= 1993 in archaeology =

== Excavations==
- Start of salvage excavations at Nevali Cori, to be flooded by dam.

==Finds==
- March – British warship (wrecked 1809) found at the mouth of the Río de la Plata.
- July – Fragment A of the Tel Dan Stele (9th–8th century BCE) is excavated in Israel.
- October 1 – Steamer Brother Jonathan (wrecked 1865) found off the coast of California.
- Portuguese nau Nossa Senhora dos Mártires (1605–06) found at the mouth of the Tagus.
- Rhinoceros horn spear end from 30,000 years BP found in Yana River delta, at the Yana Rhinoceros Horn Site.
- The Guodian Chu Slips, including the oldest known version of Laozi's Tao Te Ching and the previously lost Xing Zi Ming Chu, written on bamboo, are found in a tomb near Guodian, Jingmen (Hubei province of China) and dated before 300 BCE (later Warring States period).
- In Patara the Stadiasmus Patarensis is unearthed.
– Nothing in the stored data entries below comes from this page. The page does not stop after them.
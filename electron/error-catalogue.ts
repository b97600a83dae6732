// Every kind of error Stemline shows a user, in one place, with what to do about
// each. The errors themselves stay where they are thrown (InputError for files
// read, ProjectError for project files, FontError for building a font, RasterError
// and OutlineError from core/, HandlerError at the host's boundary); their kinds are
// typed unions, so a new kind does not compile until it has its remedy here. The CLI
// reports every one of these as bad input (exit 1); only CliUsageError is a usage
// error (exit 2). The README's Troubleshooting section is drawn from this list.
import { InputError, type InputErrorKind } from './io/input-error.ts';
import { ProjectError, type ProjectErrorKind } from './io/project/project-error.ts';
import { FontError, type FontErrorKind } from './io/font/font-error.ts';
import { HandlerError, type HandlerErrorKind } from './handler-error.ts';
import { RasterError, type RasterErrorCode } from '../core/raster/index.ts';
import { OutlineError, type OutlineErrorCode } from '../core/outline/index.ts';
import { DraftFontError } from '../core/pipeline/index.ts';

/** What to do, per kind: the last sentence of the kind's messages, in general form. */
export interface ErrorCatalogue {
  readonly input: Readonly<Record<InputErrorKind, string>>;
  readonly project: Readonly<Record<ProjectErrorKind, string>>;
  readonly font: Readonly<Record<FontErrorKind, string>>;
  readonly raster: Readonly<Record<RasterErrorCode, string>>;
  readonly outline: Readonly<Record<OutlineErrorCode, string>>;
  readonly handler: Readonly<Record<HandlerErrorKind, string>>;
}

export const ERROR_REMEDIES: ErrorCatalogue = {
  input: {
    'file-unreadable': 'Check the file name and that you may read the file; choose a file, not a folder.',
    'image-unsupported': 'Save the scan as PNG, JPEG, TIFF or WebP.',
    'image-corrupt': 'Export or scan the image again; a file still downloading or syncing is incomplete.',
    'image-too-large': 'Scan at a lower resolution (the message says which fits) or crop the sheet.',
    'image-empty': 'Check the scan has ink on it, or set a threshold by hand (--threshold) or --invert for light ink on dark paper.',
    'font-unreadable': 'Export or download the font again, or try another copy.',
    'font-unsupported': 'Convert the font to .otf, .ttf or WOFF 1.0, one font per file.',
    'font-too-large': 'Choose another copy of the font; this one is damaged or is not a font to open here.',
  },
  project: {
    'project-unreadable': 'Check the file name and that you may read the file.',
    'project-not-json': 'Wait for a syncing cloud drive to finish, or open the project\'s recovery copy.',
    'project-not-stemline': 'Open a .stemline project; to start from a font, use "stemline import".',
    'project-too-new': 'Update Stemline to open it; the file is left unchanged.',
    'project-invalid': 'Fix the field the message names, or open the project\'s recovery copy.',
    'project-too-large': 'Open a .stemline project; a file this large is not one.',
    'scan-missing': 'Put the scan back beside the project, or save with the scans embedded.',
    'scan-damaged': 'Put the original scan back beside the project; its embedded copy is damaged.',
  },
  font: {
    'bad-metrics': 'Type font heights that make sense (units per em 16–16384, descender at or below the baseline, ascender above the x-height).',
    'bad-name': 'Give the font a family and style name of at most 200 characters.',
    'bad-character': 'Give the glyph one character, or none and a glyph name.',
    'duplicate-character': 'Give the character to one glyph only.',
    'bad-glyph-name': 'Rename the glyph with letters, digits, "_" and "." only.',
    'duplicate-glyph-name': 'Rename one of the two glyphs.',
    'bad-advance-width': 'Set the glyph\'s advance to a whole number of units from 0 to 32767.',
    'coordinate-out-of-range': 'Move or scale the glyph\'s points to within ±32767 units.',
    'bad-outline': 'Redraw or refit the contour the message names.',
  },
  raster: {
    'bad-raster': 'Export or scan the image again; the decoded pixels are not a whole image.',
    'bad-option': 'Give the option a value in the range the message states.',
    'empty-page': 'Check the scan has ink on it, or set the threshold by hand or invert light ink on dark paper.',
  },
  outline: {
    'bad-contour': 'Redraw the contour the message names.',
    'bad-outline-data': 'Fix the glyph the message names in the project, or open its recovery copy.',
  },
  handler: {
    'unknown-intent': 'Report it: the app asked its host for something it does not offer.',
    'bad-arguments': 'Undo the last edit and try again; if it persists, report it.',
    'path-refused': 'Choose the file in the dialog or from the workspace listing.',
    'project-unknown': 'Open the project again: the host has restarted since it was opened.',
    'project-file': 'Fix what the message names (a full disk, a permission), then save again or choose another place.',
    'font-build': 'Change the glyph or value the message names, then build again.',
    'demo-missing': 'Draw the demo sheets again with "npx tsx electron/demo/generate-demo-sheets.ts".',
    'scan-unreadable': 'Save the scan compressed (Group 4 for 1-bit, LZW or Deflate for grey), scan at a lower resolution, or crop the sheet.',
  },
};

/** Whether `error` is one of the errors above, or the pipeline's: bad input to report in one line (CLI exit 1), not a crash. */
export function isUserFacingError(error: unknown): error is Error {
  return [InputError, ProjectError, FontError, RasterError, OutlineError, HandlerError, DraftFontError].some((type) => error instanceof type);
}

/** The remedy for `error`'s kind, or undefined for an error not in the catalogue. */
export function remedyFor(error: unknown): string | undefined {
  if (error instanceof InputError) return ERROR_REMEDIES.input[error.kind];
  if (error instanceof ProjectError) return ERROR_REMEDIES.project[error.kind];
  if (error instanceof FontError) return ERROR_REMEDIES.font[error.kind];
  if (error instanceof RasterError) return ERROR_REMEDIES.raster[error.code];
  if (error instanceof OutlineError) return ERROR_REMEDIES.outline[error.code];
  if (error instanceof HandlerError) return ERROR_REMEDIES.handler[error.kind];
  return undefined;
}
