// Finds the Electron binary installed with the `electron` package, or explains why
// there is none. The package installs without its binary where downloads are
// blocked (ELECTRON_SKIP_BINARY_DOWNLOAD=1) or is left out when its optional
// install fails; the launcher then falls back to the browser-mode host.
import { createRequire } from 'node:module';
import { existsSync } from 'node:fs';

export type ElectronLocation =
  | { found: true; binary: string }
  | { found: false; reason: string };

/** Looks for a usable Electron binary without starting it. */
export function locateElectron(): ElectronLocation {
  const require = createRequire(import.meta.url);
  let binary: unknown;
  try {
    binary = require('electron');
  } catch (error) {
    const message = error instanceof Error ? error.message : String(error);
    const reason = /Cannot find module/.test(message)
      ? 'the electron package is not installed'
      : 'the electron package is installed without its binary';
    return { found: false, reason };
  }
  if (typeof binary !== 'string' || !existsSync(binary)) {
    return { found: false, reason: 'the electron binary is missing from node_modules/electron/dist' };
  }
  return { found: true, binary };
}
The monumental milestone provides information on the Roman road network in the province of Lycia et Pamphylia, giving place names and distances.
- Remains of Homo heidelbergensis found at Eartham Pit, Boxgrove, England.

==Publications==
- Barry Cunliffe – Wessex to AD 1000 (Longman).
- Sarah Milledge Nelson – The Archaeology of Korea (Cambridge University Press).
- Х. Тодорова, Иван Вайсов (H. Todorova, Ivan Vaisov) – "Новокаменната епоха в България" ("The Neolithic period in Bulgaria") (Издателство Наука и Изкуство (Science and Art Publishing House), Sofia).

==Events==
- Conservators use a sonar probe mounted with two miniature video cameras to remove any remaining clay from inside the Riace bronzes.

==Deaths==
- November 14 – Kim Won-yong, "father of Korean Archaeology", professor at Seoul National University (b. 1922).